Memorializing the person or pet can help your child process their grief too, and it gives them a token that feels like a tangible memory of them.  For example, selecting something special from Memorials.com, like an urn or frame, can give them a real way to understand their loss, especially if it’s displayed in the living room or a more communal space. This shows that even when people are gone you don’t have to forget them, which can be comforting to a young mind grappling with this sad newer reality.

Don’t Try To File Away Any Negative Emotion

It can be tempting to try and limit any emotion your child feels which is negative, and that’s because we want to protect our kids for understandable reasons. But the truth is that by doing this, such as constantly distracting them, you could be harming more than helping. The strange and somewhat sad irony here is that children need to learn about the sad elements of life and in a controlled and measured way. They become more complete people when this is exposed to them, within reason.

That’s not to mention that children, like adults, may experience a wide range of emotions after a loss, including sadness, confusion, anger, and sometimes even guilt. It’s important to let them feel these emotions and assure them that it’s okay to express them – and to help them work through those that aren’t helpful, like the guilt we netioned.

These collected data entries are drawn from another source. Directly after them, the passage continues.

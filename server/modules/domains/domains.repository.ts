import type { Knex } from 'knex';
import * as z from 'zod';
import type { Domain } from '#contract/domains.ts';
import type { GroupRow } from '#server/modules/groupings/groupings.repository.ts';

export interface DomainRow {
  id: number;
  deposit_id: number;
  created_by: number;
  created_at: string;
  updated_at: string;
  deleted_at: string | null;
  grouping_id: number;
  code: string;
  name: string;
  rationale: string;
  slot: number;
  group_labels: string;
  version: number;
}

interface JoinedRow extends DomainRow {
  created_by_name: string;
  evidence_version: number | null;
  evidence_snapshot_id: string | null;
}

const Labels = z.array(z.number().int());
export const labelsOf = (row: Pick<DomainRow, 'group_labels'>): number[] => Labels.parse(JSON.parse(row.group_labels));

export function domainsRepository(db: Knex) {
  const joined = (depositId: number) =>
    db<JoinedRow>('domains')
      .join('users', 'users.id', 'domains.created_by')
      .leftJoin('domain_evidence', 'domain_evidence.domain_id', 'domains.id')
      .where('domains.deposit_id', depositId)
      .select<JoinedRow[]>('domains.*', 'users.name as created_by_name', 'domain_evidence.domain_version as evidence_version', 'domain_evidence.snapshot_id as evidence_snapshot_id');

  const toDomain = (row: JoinedRow, groups: readonly GroupRow[], currentSnapshotId: string): Domain => {
    const groupLabels = labelsOf(row);
    const own = groups.filter(({ grouping_id, label }) => grouping_id === row.grouping_id && groupLabels.includes(label));
    return {
      id: row.id, code: row.code, name: row.name, rationale: row.rationale, slot: row.slot, groupLabels, groupingId: row.grouping_id,
      intervals: own.reduce((sum, { intervals }) => sum + intervals, 0), metres: own.reduce((sum, { metres }) => sum + metres, 0),
      version: row.version, createdBy: { id: row.created_by, name: row.created_by_name }, createdAt: row.created_at, updatedAt: row.updated_at,
      hasEvidence: row.evidence_version !== null,
      evidenceIsStale: row.evidence_version !== null && (row.evidence_version !== row.version || row.evidence_snapshot_id !== currentSnapshotId),
    };
  };

  const groupsOf = (ids: readonly number[]) => db<GroupRow>('groups').whereIn('grouping_id', ids);

  return {
    async list(depositId: number, currentSnapshotId: string): Promise<Domain[]> {
      const rows: JoinedRow[] = await joined(depositId).whereNull('domains.deleted_at').orderBy('domains.code');
      const groups = await groupsOf(rows.map(({ grouping_id }) => grouping_id));
      return rows.map((row) => toDomain(row, groups, currentSnapshotId));
    },
    async find(depositId: number, domainId: number, currentSnapshotId: string): Promise<Domain | null> {
      const row: JoinedRow | undefined = await joined(depositId).whereNull('domains.deleted_at').where('domains.id', domainId).first();
      return row ? toDomain(row, await groupsOf([row.grouping_id]), currentSnapshotId) : null;
    },
    row: (depositId: number, domainId: number): Promise<DomainRow | undefined> => db<DomainRow>('domains').where({ deposit_id: depositId, id: domainId }).first(),
    standing: (depositId: number): Promise<DomainRow[]> => db<DomainRow>('domains').where({ deposit_id: depositId }).whereNull('deleted_at'),
    async insert(row: Omit<DomainRow, 'id'>): Promise<number> {
      const [made] = await db<DomainRow>('domains').insert(row).returning('id');
      return made?.id ?? 0;
    },
    update: (domainId: number, change: Partial<DomainRow>) => db<DomainRow>('domains').where({ id: domainId }).update(change),
  };
}
export type DomainsRepository = ReturnType<typeof domainsRepository>;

So, be there for them, and provide a shoulder to cry on if they need it, but don’t rush to “fix” how they’re feeling. It’s better to, validate their emotions by accepting them and even talking through them can help much more.

With this advice, we hope you can better explain the concept and specific reality of loss to your little one with care and courage. It’s not a nice process, but one that ultimately helps your child become more mature and understanding.